KIEFEL J:   Is the trial judge’s point that it might have been a matter of a second and if he had looked again, because he points out at some other passage that if he had looked again he would have seen Mr Royal’s car?

MR MACONACHIE:   Page 1752 at line 10, “not only look once, but look again”.  It can only be understood as his Honour saying the vision was good, all he had to do was look, if he did not look a second time that was a failure to take care for his own safety.  But his Honour then goes on ‑ ‑ ‑

KIEFEL J:   It was Mr Hubbard behind Mr Smurthwaite?

MR MACONACHIE:   Yes.

KIEFEL J:   Mr Hubbard said that he saw – did he say that he saw Mr Royal’s vehicle as Mr Smurthwaite left, or it was not as precise as that?

MR MACONACHIE:   As he started to move from the stop line he looked to – just after he had moved from the stop line.  It was not in terms of metres or seconds, your Honour.  As soon as Mr Smurthwaite had moved off Mr Hubbard came to the stop line, looked to his right and saw two cars.  If he could see them, so could Mr Smurthwaite.  At line 10 on page 1752, “not only look once, but look again”.  Then he goes on at line 29 on 1752 to briefly ‑ and we say that is all he needed to do – determine that the second

defendant, that is, the RTA, was not causally involved.  He says from line 39:

The RTA had taken steps from time to time to deal with the problem and the chief problem [seemed] to have been the one that was demonstrated in Mr Griffith’s report and that is the difficulty of somebody stopped facing east at the Bago intersection being in a position of not being aware of traffic behind other cars proceeding north, particularly in the left hand lane.

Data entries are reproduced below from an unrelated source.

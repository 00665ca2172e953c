package main

import (
	"bytes"
	"strings"
	"testing"
	"time"

	"github.com/stretchr/testify/assert"

	"rundle/internal/runfolder"
	"rundle/internal/solve"
)

func TestDrawCell(t *testing.T) {
	for _, c := range []struct {
		name string
		cell solve.Cell
		want string
	}{
		{"chain", solve.Cell{Legs: []string{"a"}, Links: []solve.Link{{From: "a", To: "a", Shift: 1}}}, `
     j     j+1
  a  o-----o--
`},
		{"rungs alone", solve.Cell{Legs: []string{"a", "b"}, Links: []solve.Link{{From: "a", To: "b"}}}, `
     j     j+1
  a  o     o
     |     |
  b  o     o
`},
		{"both diagonals", solve.Cell{Legs: []string{"a", "b"}, Links: []solve.Link{{From: "a", To: "b", Shift: 1}, {From: "b", To: "a", Shift: 1}}}, `
     j     j+1
  a  o     o
        X
  b  o     o
`},
		{"all of three legs, and far ones", solve.Cell{Legs: []string{"top", "m", "low"}, Links: []solve.Link{
			{From: "top", To: "m"}, {From: "m", To: "low"}, {From: "top", To: "low"}, {From: "m", To: "m", Shift: 1},
			{From: "top", To: "m", Shift: 1}, {From: "low", To: "m", Shift: 1}, {From: "top", To: "top", Shift: 2}}}, `
       j     j+1
  top  o     o
       |  \  |
  m    o-----o--
       |  /  |
  low  o     o
  also linked: top,j - low,j; top,j - top,j+2
`},
	} {
		t.Run(c.name, func(t *testing.T) { assert.Equal(t, strings.TrimPrefix(c.want, "\n"), drawCell(c.cell)) })
	}
	many := solve.Cell{Legs: []string{"a"}}
	for s := 2; s < 40; s++ {
		many.Links = append(many.Links, solve.Link{From: "a", To: "a", Shift: s})
	}
	assert.Contains(t, drawCell(many), "a,j - a,j+13; and 26 more\n")
}

func TestNumbers(t *testing.T) {
	for _, c := range []struct{ got, want string }{
		{withError(-3.14159265358979, 2.1e-6), "-3.1415927 ± 2.1e-06"},
		{withError(-3.14159265358979, 0), "-3.141592653590 ± 0.0e+00"},
		{withError(-20, 13), "-20 ± 1.3e+01"},
		{digits(-1e-15, 1e-9), "0.0000000000"},
		{digits(-3.5e-200, 1e-215), "-3.5e-200"},
		{digits(3.5e200, 1e190), "3.5e+200"},
		{digits(-0.25, 0.9), "-0.25"},
		{memory(3 << 20), "3 MiB"},
		{memory(1), "1 B"},
		{operations(1.75e9), "1.75 Gflop"},
		{duration(0.176), "0.18 s"},
		{duration(89.4), "89 s"},
		{duration(1870), "31 min"},
		{duration(8000), "2.2 h"},
		{duration(8e5), "9 days"},
		{counted(1, "sweep"), "1 sweep"},
		{counted(0, "sweep"), "0 sweeps"},
	} {
		assert.Equal(t, c.want, c.got)
	}
}

func TestObservationTable(t *testing.T) {
	pairs := []runfolder.Observation{
		{At: runfolder.At{"j": 0, "l": "a", "j'": 1, "l'": "b"}, Value: runfolder.Pair(complex(0.25, -0.125)), Error: 1e-4},
		{At: runfolder.At{"j": 10, "l": "a", "j'": 1, "l'": "b"}, Value: runfolder.Pair(complex(-0.25, 0)), Error: 1e-4},
	}
	assert.Equal(t, `  j   l  j'  l'                value    error
  0   a  1   b    0.25000 - 0.12500i  1.0e-04
  10  a  1   b   -0.25000 + 0.00000i  1.0e-04
`, observationTable(pairs))
	long := make([]runfolder.Observation, shownValues+5)
	for i := range long {
		long[i] = runfolder.Observation{At: runfolder.At{"j": i}, Value: runfolder.Number(1), Error: 1e-2}
	}
	assert.Contains(t, observationTable(long), "and 5 more")
	assert.Contains(t, observationTable(nil), "no place")
}

func TestMiddleCut(t *testing.T) {
	assert.Nil(t, middleCut(nil))
	assert.Nil(t, middleCut(&runfolder.Entanglement{Cuts: []runfolder.Cut{{}}}))
	e := &runfolder.Entanglement{}
	for b := range 11 { // twelve sites, rungs of three: cuts between rungs after 2, 5, 8
		e.Cuts = append(e.Cuts, runfolder.Cut{AfterSite: b, RungEdge: b%3 == 2})
	}
	assert.Equal(t, 5, middleCut(e).AfterSite)
}

// TestLines: a line at each change of phase, and then no more than one every few seconds.
func TestLines(t *testing.T) {
	var out bytes.Buffer
	now := time.Unix(0, 0)
	l := &lines{w: &out, now: func() time.Time { return now }}
	l.update(solve.Progress{Phase: solve.Preparing})
	for i := range 100 {
		l.update(solve.Progress{Phase: solve.Sweeping, Sweep: i, Energy: -1.5, LargestBond: 20, Discarded: 1e-9})
		now = now.Add(lineEvery / 10)
	}
	l.update(solve.Progress{Phase: solve.Observing})
	l.close()
	text := out.String()
	assert.Equal(t, 12, strings.Count(text, "\n"), text)
	assert.Contains(t, text, "sweep 10, bond dimension 20, energy -1.5, discarded weight 1.0e-09\n")
}

func TestNewDisplay(t *testing.T) {
	assert.IsType(t, &lines{}, newDisplay(&bytes.Buffer{}))
}
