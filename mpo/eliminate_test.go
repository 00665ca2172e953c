package mpo

import (
	"math/rand/v2"
	"testing"

	"github.com/stretchr/testify/require"
	"pgregory.net/rapid"

	"rundle/internal/dense"
)

// planted returns a sparse m × n matrix of a rank of at most r, as dense rows and as an elimination.
func planted(rng *rand.Rand, m, n, r int, fill float64) ([]complex128, *elimination[float64]) {
	left, right := make([]float64, m*r), make([]float64, r*n)
	for _, part := range [][]float64{left, right} {
		for i := range part {
			if rng.Float64() < fill {
				part[i] = (0.1 + 0.9*rng.Float64()) * float64(1-2*rng.IntN(2))
			}
		}
	}
	product := make([]float64, m*n)
	dense.Gemm(dense.NoTrans, dense.NoTrans, m, n, r, 1, left, r, right, n, 0, product, n)
	e := &elimination[float64]{columns: make([][]rowValue[float64], n)}
	for i := range m {
		e.rows = append(e.rows, [2]int32{int32(i), 0})
	}
	full := make([]complex128, m*n)
	for i, x := range product {
		full[i] = complex(x, 0)
		if x != 0 {
			e.columns[i%n] = append(e.columns[i%n], rowValue[float64]{int32(i / n), x})
		}
	}
	return full, e
}

func TestElimination(t *testing.T) {
	opt := Options{}.settle()
	rapid.Check(t, func(t *rapid.T) {
		m, n := rapid.IntRange(1, 24).Draw(t, "rows"), rapid.IntRange(1, 24).Draw(t, "columns")
		r := rapid.IntRange(1, 24).Draw(t, "rank")
		rng := rand.New(rand.NewPCG(rapid.Uint64().Draw(t, "seed"), 0))
		full, e := planted(rng, m, n, r, rapid.Float64Range(0.1, 1).Draw(t, "fill"))
		for _, col := range e.columns {
			if len(col) == 0 {
				t.Skip("an empty column, which never comes here")
			}
		}
		rank := svdRank(full, m, n, 1e-10*biggest(full))
		if e.independent(opt) {
			require.Equal(t, n, rank)
		} else if rank == n {
			// Not beyond doubt: the full search has to find it.
			require.Less(t, svdRank(full, m, n, 1e-4*biggest(full)), n)
		}
		rest := e.reduce(opt.Tolerance)
		require.Less(t, rest, 1e-11)
		require.Len(t, e.pivots, rank)
		got := make([]complex128, m*n)
		for j, p := range e.pivots {
			for _, x := range e.result[j] {
				for i, q := range e.pivots {
					if q == x.row {
						require.Equal(t, j, i, "only the own pivot row")
						require.Equal(t, 1.0, x.v)
					}
				}
				for c := range n {
					got[int(x.row)*n+c] += complex(x.v, 0) * full[int(p)*n+c]
				}
			}
		}
		for i := range full {
			require.InDelta(t, 0, abs(full[i]-got[i]), 1e-11)
		}
	})
}

// Sizes around the panel, square and tall, of full and of almost full rank.
func TestSmallestPivot(t *testing.T) {
	rng := rand.New(rand.NewPCG(8, 8))
	for _, n := range []int{1, 2, panel - 1, panel, panel + 1, 2*panel + 5} {
		for _, extra := range []int{0, 7} {
			m := n + extra
			random := func() ([]float64, []complex128) {
				a, z := make([]float64, m*n), make([]complex128, m*n)
				dense.Random(rng, a)
				for i, x := range a {
					z[i] = complex(x, rng.NormFloat64())
				}
				return a, z
			}
			a, z := random()
			require.Greater(t, smallestPivot(a, m, n), wellPosed)
			require.Greater(t, smallestPivot(z, m, n), wellPosed)
			if n == 1 {
				continue
			}
			a, z = random()
			for i := range m { // the last column is the sum of two others
				a[i*n+n-1] = a[i*n] - 0.3*a[i*n+n/2]
				z[i*n+n-1] = z[i*n] - 0.3i*z[i*n+n/2]
			}
			if n == 2 {
				for i := range m {
					a[i*n+1], z[i*n+1] = 0.7*a[i*n], 0.7i*z[i*n]
				}
			}
			require.Zero(t, smallestPivot(a, m, n))
			require.Zero(t, smallestPivot(z, m, n))
		}
	}
}

// Raw leaves the vertex covers, which are right but larger; a small bound of work does not change what is right either.
func TestBuildOptions(t *testing.T) {
	s := densities(12, func(r float64) float64 { return 1 - 0.05*r })
	full, err := Build[float64](s.Strings, Options{})
	require.NoError(t, err)
	require.Equal(t, 4, full.Bonds[6].Dim(), "rank two")
	for _, opt := range []Options{{Raw: true}, {Work: 1}} {
		o, err := Build[float64](s.Strings, opt)
		require.NoError(t, err)
		requireValid(t, o)
		require.Equal(t, 8, o.Bonds[6].Dim(), "six strings on each side")
		require.InDelta(t, 0.75, pairCoupling(o, 2, 7), 1e-15)
	}
	coarse, err := Build[float64](s.Strings, Options{Tolerance: 0.9})
	require.NoError(t, err)
	require.Equal(t, 3, coarse.Bonds[6].Dim(), "what varies is below such a tolerance")
}
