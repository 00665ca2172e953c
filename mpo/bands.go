package mpo

import "rundle/internal/dense"

// Space of a band, in elements: at most, so that x and y stay in the second-level cache or near it, and rows that it should not go below for it.
const (
	bandSpace = 1 << 18
	bandRows  = 32
)

// strip is the tasks of a band under construction.
type strip[T dense.Scalar] struct {
	lp, from, rows int
	space          slab
	x              []int // place of x, by number and right sector; -1: not planned, -2: not there
	first, last    []scaledGemm[T]
	feeds          []feedTask[T]
	moves          []moveTask[T]
}

// bandsOf plans what goes through into the sector lp, in bands of rows of equal size.
func (d *drawing[T]) bandsOf(lp int) {
	m := d.t.left().Sectors[lp].Dim
	whole := d.strip(lp, 0, m)
	if len(whole.last) == 0 && len(whole.moves) == 0 {
		return
	}
	work := whole.work()
	d.bandFlops += work
	parts := max(1, min(mostParts, int(work/partFlops), m/partWidth))
	if rows := max(bandRows, bandSpace*m/max(1, whole.space.size)); rows < m {
		parts = max(parts, (m+rows-1)/rows)
	}
	for part := range parts {
		from, to := part*m/parts, (part+1)*m/parts
		s := whole
		if parts > 1 {
			s = d.strip(lp, from, to-from)
		}
		b := band{first: span{from: len(d.products)}, feeds: span{from: len(d.feeds)}, moves: span{from: len(d.moves)}}
		d.products = append(d.products, s.first...)
		b.first.to, b.last.from = len(d.products), len(d.products)
		d.products = append(d.products, s.last...)
		b.last.to = len(d.products)
		d.feeds = append(d.feeds, s.feeds...)
		b.feeds.to = len(d.feeds)
		d.moves = append(d.moves, s.moves...)
		b.moves.to = len(d.moves)
		d.bands = append(d.bands, b)
		d.bandWork = append(d.bandWork, work/float64(parts))
		d.scratch = max(d.scratch, s.space.size)
	}
}

func (s *strip[T]) work() (work float64) {
	for _, list := range [][]scaledGemm[T]{s.first, s.last} {
		for i := range list {
			work += list[i].flops()
		}
	}
	for _, f := range s.feeds {
		work += copyWeight * float64(f.rows) * float64(f.cols)
	}
	for _, f := range s.moves {
		work += copyWeight * float64(f.rows) * float64(f.cols)
	}
	return work
}

// strip plans rows from.. of the sector lp.
func (d *drawing[T]) strip(lp, from, rows int) *strip[T] {
	right := d.t.right().Sectors
	s := &strip[T]{lp: lp, from: from, rows: rows, x: make([]int, len(d.s.xs)*len(right))}
	for i := range s.x {
		s.x[i] = -1
	}
	for q := range d.s.ys {
		for r := range right {
			d.through(s, q, r)
		}
	}
	for _, f := range d.s.finish {
		for r := range right {
			to, ok := d.t.find(lp, d.w.states[f.out.sector], r)
			if !ok {
				continue
			}
			if x := d.partial(s, f.in.sector, r); x >= 0 {
				at, ldd, _, n := d.inner(to, f.out)
				s.moves = append(s.moves, moveTask[T]{src: x, dst: at + from*ldd, rows: rows, cols: n, lds: n, ldd: ldd, value: f.value})
			}
		}
	}
	return s
}

// partial returns the place of x number i at the right sector r; negative if there is none.
func (d *drawing[T]) partial(s *strip[T], i, r int) int {
	at := &s.x[i*len(d.t.right().Sectors)+r]
	if *at != -1 {
		return *at
	}
	*at = -2
	x := d.s.xs[i]
	l := d.downLeft[s.lp*len(d.w.wl.Sectors)+x.at.sector]
	if l < 0 {
		return *at
	}
	b, ok := d.t.find(l, d.w.states[x.state.sector], r)
	if !ok {
		return *at
	}
	e, ok := d.left.Find(s.lp, x.at.sector, l)
	if !ok {
		return *at
	}
	eb := &d.left.Blocks[e]
	from, ldb, k, n := d.inner(b, x.state)
	lda := eb.Shape[1] * k
	*at = s.space.take(s.rows * n)
	s.first = append(s.first, scaledGemm[T]{fromA: leftEnvironment, fromB: theta, overwrite: true, alpha: 1,
		a: eb.Offset + x.at.inner*k + s.from*lda, lda: lda, b: from, ldb: ldb, c: *at, ldc: n, m: s.rows, n: n, k: k})
	return *at
}

// through plans y number q at the right sector r and its product. A y that is a multiple of one x or t is read from there.
func (d *drawing[T]) through(s *strip[T], q, r int) {
	y := d.s.ys[q]
	rp := d.upRight[r*len(d.w.wr.Sectors)+y.at.sector]
	if rp < 0 {
		return
	}
	to, ok := d.t.find(s.lp, d.w.states[y.state.sector], rp)
	if !ok {
		return
	}
	e, ok := d.right.Find(y.at.sector, r, rp)
	if !ok {
		return
	}
	eb := &d.right.Blocks[e]
	k, n := eb.Shape[1], eb.Shape[2]
	var feeds []feedTask[T]
	for _, f := range d.feedsOf[q] {
		v := feedTask[T]{moveTask: moveTask[T]{rows: s.rows, cols: k, lds: k, ldd: k, value: f.value}, from: between}
		if f.x >= 0 {
			if v.src = d.partial(s, f.x, r); v.src < 0 {
				continue
			}
		} else {
			b, ok := d.t.find(s.lp, d.w.states[f.in.sector], r)
			if !ok {
				continue
			}
			v.from = theta
			v.src, v.lds, _, _ = d.inner(b, f.in)
			v.src += s.from * v.lds
		}
		feeds = append(feeds, v)
	}
	if len(feeds) == 0 {
		return
	}
	at, ldc, _, _ := d.inner(to, y.state)
	g := scaledGemm[T]{fromA: feeds[0].from, a: feeds[0].src, lda: feeds[0].lds, alpha: feeds[0].value,
		fromB: rightEnvironment, b: eb.Offset + y.at.inner*k*n, ldb: n, c: at + s.from*ldc, ldc: ldc, m: s.rows, n: n, k: k}
	if len(feeds) > 1 {
		g.fromA, g.a, g.lda, g.alpha = between, s.space.take(s.rows*k), k, 1
		for i := range feeds {
			feeds[i].dst, feeds[i].overwrite = g.a, i == 0
		}
		s.feeds = append(s.feeds, feeds...)
	}
	s.last = append(s.last, g)
}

It is noteworthy that following the changes to which I made reference earlier there is said to have been fewer incidents –

Then he says at line 10 on page 1753:

Whilst I conclude that in a number of respects more could have been done by the RTA to improve this intersection, in the end result I am not satisfied that the accident represented a failure by the RTA in the circumstances of this case –

He said any number of times the vision was good.  In our respectful submission, with the benefit of the evidence of Hubbard and Relf and Royal and having observed them over days and having had a view, that is unappealable.  There is nothing more I wish to say in support of the appeal.

GUMMOW J:   Thank you, Mr Maconachie.  Yes, Mr Harben.

MR HARBEN:   Just a housekeeping matter first, may it please the Court.  Apart from some typographical errors in our submissions, could I apologise to Justice Kirby for attributing something to him in paragraph 26.

KIRBY J:   Yes, I saw I was elevated to the Court 10 years before.  It should have happened too.

MR HARBEN:   Yes.  It was as if the veil dropped from my eyes last night and I for the first time realised my error and I do apologise and withdraw it.

KIRBY J:   Do not worry about it.  I think I have adopted March in many cases.  I think we all have.  It is pretty standard.

MR HARBEN:   It is March to which I will ultimately come.

GUMMOW J:   Who is the mystery judge at paragraph 26?

MR HARBEN:   Despite my best beavering last night and that of my junior, we have been unable to source that quote.  I can remember it but I do not have an answer for your Honour.  I certainly know it is not Justice Kirby in that case.

KIRBY J:   No.

HEYDON J:   It is probably Justice Mason.

MR HARBEN:   I did look, your Honour, and I could not find it.  It is a complete wobble.  My learned friend has spent a deal of time addressing your Honours on outlining the proposition to establish that vision was good by referring to Mr Royal being able to see Mr Smurthwaite and corroborating that by reference to, in particular, the evidence of Mr Hubbard.  About that we would say this.  Firstly, that would assume that at the time Mr Royal made the observation of Mr Smurthwaite, that at that precise time Mr Smurthwaite was making the same observation.  That is just speculation, to adopt a word that has been spoken of recently.  There is no evidence to say that that is or could or might in fact be even possible.

KIRBY J:   But is it against you on the footing that if the complaint is because of the positioning of the stop sign further back that therefore a driver in the plaintiff or Mr Smurthwaite’s position is less able to see the oncoming traffic travelling northwards, that by inference a driver behind him is further back from the carriageway and therefore, if he can see it, then the inference is that both of them are further back than they would now be, if Mr Hubbard can see it, so should Mr Smurthwaite be able to?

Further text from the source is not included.